_Task description:_ Establish how many lines in the entries hold the string "slotOf". The number by itself is the whole answer.

_Recorded data:_
□ □ □ □ □ □ □
/** Inverse questions, one at a time: the state that has two given quantities. */
import { FermistateError, requireKnown } from "../errors.js";
import { type Composition, requireComposition } from "../matter/composition.js";
import { holds, refusePoint } from "../thermodynamics/domain.js";
import type { EquationOfState, State } from "../thermodynamics/equation-of-state.js";
import { quantityNames } from "../thermodynamics/quantities.js";
import { stateFrom } from "../thermodynamics/state.js";
import { finish } from "./finish.js";
import { fillFromState } from "./neighbour.js";
import { type GivenName, type GivenPair, type Question, questionOf, requireGiven } from "./questions.js";
import { refuseQuestion } from "./refusal.js";
import {
  BOTH,
  COEXISTENCE,
  DENSITY_NOW,
  EVALUATIONS,
  FIRST_TARGET,
  FOLLOWS,
  FOUND,
  FUNCTION_LENGTH,
  GUESSED,
  SECOND_TARGET,
  SIZE,
  TEMPERATURE_AT_DENSITY,
  TEMPERATURE_NOW,
} from "./slots.js";
import { type Solver, solverFor } from "./solver.js";

/**
 * Two given quantities, in the units of a state: one of the pairs that {@link solve} lists. TypeScript
 * refuses others; an object whose names are known at run time alone needs `as object as Given`;
 * `solve` checks it all the same.
 */
export type Given = GivenPair<number>;

/** Where to begin: numbers, or the state of a neighbour, whose derivatives then lead to the answer. */
export interface Guess {
  /** g/cm^3. */
  readonly density?: number;
  /** K. */
  readonly temperature?: number;
}

/** Options of {@link solve}. */
export interface SolveOptions {
  /** A start: finite numbers; what is missing in it, or far off, is made up for. */
  readonly guess?: Guess | State;
}

/** What {@link solve} returns. */
export interface Solution {
  /**
   * The state. Its given quantities are those asked for up to `residual`. Where liquid and crystal coexist its
   * `crystalFraction` lies between 0 and 1, first-order quantities follow the lever rule, and second-order ones are those at fixed
   * solid fraction.
   */
  readonly state: State;
  /** Evaluations of the free energy it took. */
  readonly evaluations: number;
  /** Largest deviation of a given quantity from the state's, relative to the size of its terms. */
  readonly residual: number;
  /**
   * By how much relative errors of the two given quantities (energies relative to |e| + P/rho, an entropy to |s| + c_v) are
   * amplified in density and temperature, and 1 for the rounding of the answer itself; 0 for what was given. In degenerate matter energy and pressure hardly depend on temperature, and this is
   * large.
   */
  readonly conditionNumber: { readonly density: number; readonly temperature: number };
  /**
   * Relative uncertainty of density and temperature that rounding of the given quantities and of the equation of state leaves: 8 x 2^-52 times the condition
   * number. Where it is not small the temperature is noise.
   */
  readonly uncertainty: { readonly density: number; readonly temperature: number };
}

/**
 * The state of matter that has two given quantities.
 *
 * Pairs: density with temperature, pressure, specificEnergy, specificEntropy or specificEnthalpy; temperature with pressure or
 * specificEntropy; pressure with specificEntropy, specificEnergy or specificEnthalpy; specificEntropy with specificEnthalpy or
 * specificEnergy. (At given temperature energy and enthalpy are not one-valued in density.)
 *
 * Steps of third order in the logarithms, bracketed; see docs/guide/solving.md for the method, its measured cost and
 * the rules at the freezing boundary. Energy, pressure or enthalpy below the cold value of a density is refused with
 * that value; equal to it to rounding the answer is T = 0, where that is legal, with an infinite condition number of
 * the temperature.
 *
 * @throws `invalid-option` (no such pair), `not-a-number`, `out-of-range`, `outside-domain`, `invalid-composition`;
 * `below-cold` and `no-solution`, which carry the limiting value as `limit`; `unstable`
 * @example
 * ```ts
 * import { composition, solve, whiteDwarfMatter } from "fermistate";
 * const matter = whiteDwarfMatter();
 * const core = composition({ C12: 0.5, O16: 0.5 });
 * const { pressure, specificEnergy } = matter.state(2e6, 1e7, core);
 * solve(matter, core, { density: 2e6, specificEnergy }).state.temperature; // => 1e7
 * solve(matter, core, { pressure, temperature: 1e7 }).state.density; // => 2e6
 * ```
 */
export function solve(
  equationOfState: EquationOfState,
  composition: Composition,
  given: Given,
  options: SolveOptions = {},
): Solution {
  requireComposition(composition);
  requireKnown("options", options, ["guess"]);
  const question = questionOf("given", given);
  for (const name of question.names) requireGiven(name, given[name]);
  const [first, second] = question.names.map((name) => given[name] as number) as [number, number];
  requireInside(equationOfState, question, first, second);
  if (question.type < 0) return direct(equationOfState.state(first, second, composition));
  const solver = solverFor(equationOfState);
  const { w } = solver.searcher;
  place(solver, question, first, second);
  w[FOLLOWS] = 0;
  w[GUESSED] = guess(solver, question, options) ? 1 : 0;
  const end = solver.find(composition, question);
  if (end !== FOUND) {
    if (question.type === TEMPERATURE_AT_DENSITY) w[DENSITY_NOW] = first;
    refuseQuestion(equationOfState, composition, solver, question, end);
  }
  return solutionOf(solver, composition, question, first, second);
}

/** Writes the given values where the search reads them. */
function place({ searcher: { w } }: Solver, { type }: Question, first: number, second: number): void {
  const density = type === TEMPERATURE_AT_DENSITY;
  w[FIRST_TARGET] = type === BOTH ? first : second;
  w[SECOND_TARGET] = second;
  w[DENSITY_NOW] = density ? first : 1;
  w[TEMPERATURE_NOW] = density || type === BOTH ? 1 : first;
}

/** Refuses a known density or temperature outside the domain. */
function requireInside(eos: EquationOfState, { names, type }: Question, first: number, second: number): void {
  const density = names[0] === "density" ? first : eos.domain.density[0];
  const temperature = names[0] === "temperature" ? first : type < 0 ? second : eos.domain.temperature[0];
  if (!holds(eos.domain, density, temperature)) refusePoint(eos.contributions, density, temperature);
}

/** Writes the start that a guess gives; false where it gives none. */
function guess(solver: Solver, { names, type, first, second }: Question, options: SolveOptions): boolean {
  const { guess: start } = options;
  if (start === undefined) return false;
  if (typeof start !== "object" || start === null) {
    throw new FermistateError("invalid-option", {
      argument: "options.guess",
      given: start,
      allowed: "an object with density, temperature or both, such as the state of a neighbour",
    });
  }
  const isState = "pressureByDensity" in start;
  if (!isState) requireKnown("options.guess", start, ["density", "temperature"]);
  const { w, f } = solver.searcher;
  const density = names[0] === "density" ? w[DENSITY_NOW]! : start.density;
  const temperature = names[0] === "temperature" ? w[TEMPERATURE_NOW]! : start.temperature;
  for (const [name, value] of [
    ["density", density],
    ["temperature", temperature],
  ] as const) {
    if (value === undefined) return false;
    requireGiven(name, value, undefined, `guess.${name}`);
  }
  if (isState && start.temperature > 0) {
    solver.at[0] = Math.log(density! / start.density);
    solver.at[1] = Math.log(temperature! / start.temperature);
    fillFromState(f, 0, first, start);
    if (second >= 0) fillFromState(f, FUNCTION_LENGTH, second, start);
    w[DENSITY_NOW] = density!;
    w[TEMPERATURE_NOW] = temperature!;
    solver.follow({ names, type, first, second });
    w[FOLLOWS] = 0; // the evaluator was elsewhere
    return true;
  }
  w[DENSITY_NOW] = density!;
  w[TEMPERATURE_NOW] = temperature!;
  return true;
}

const slotOf = (name: GivenName): number => quantityNames.indexOf(name as (typeof quantityNames)[number]);

function solutionOf(
  solver: Solver,
  composition: Composition,
  question: Question,
  first: number,
  second: number,
): Solution {
  const { searcher, conditions } = solver;
  const { w, f } = searcher;
  const sizes = [Math.abs(f[SIZE]!), Math.abs(f[FUNCTION_LENGTH + SIZE]!)];
  solver.fillConditions(question);
  const [byDensity, byTemperature] = [conditions[0]!, conditions[1]!];
  const ev = finish(searcher, composition, true);
  ev.fillThermodynamics(composition, -1);
  ev.fillPlasma();
  const { quantities, point } = ev;
  let residual = 0;
  const targets = question.type === BOTH ? [first, second] : [second];
  const names = question.type === BOTH ? question.names : [question.names[1]];
  for (const [i, name] of names.entries()) {
    const size = searcher.place[0] === COEXISTENCE ? Math.abs(targets[i]!) : sizes[i]!;
    residual = Math.max(residual, Math.abs(quantities[slotOf(name)]! - targets[i]!) / size);
  }
  const density = question.names[0] === "density" ? first : point[0]!;
  const temperature = question.names[0] === "temperature" ? first : point[1]!;
  const rounding = 8 * 2 ** -52;
  return Object.freeze({
    state: stateFrom(density, temperature, composition, quantities),
    evaluations: w[EVALUATIONS]!,
    residual,
    conditionNumber: Object.freeze({ density: byDensity, temperature: byTemperature }),
    uncertainty: Object.freeze({ density: rounding * byDensity, temperature: rounding * byTemperature }),
  });
}

/** Density and temperature are given: nothing to search. */
function direct(state: State): Solution {
  const nothing = Object.freeze({ density: 0, temperature: 0 });
  return Object.freeze({ state, evaluations: 1, residual: 0, conditionNumber: nothing, uncertainty: nothing });
}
□ □ □ □ □ □ □
_Problem solution:_ 2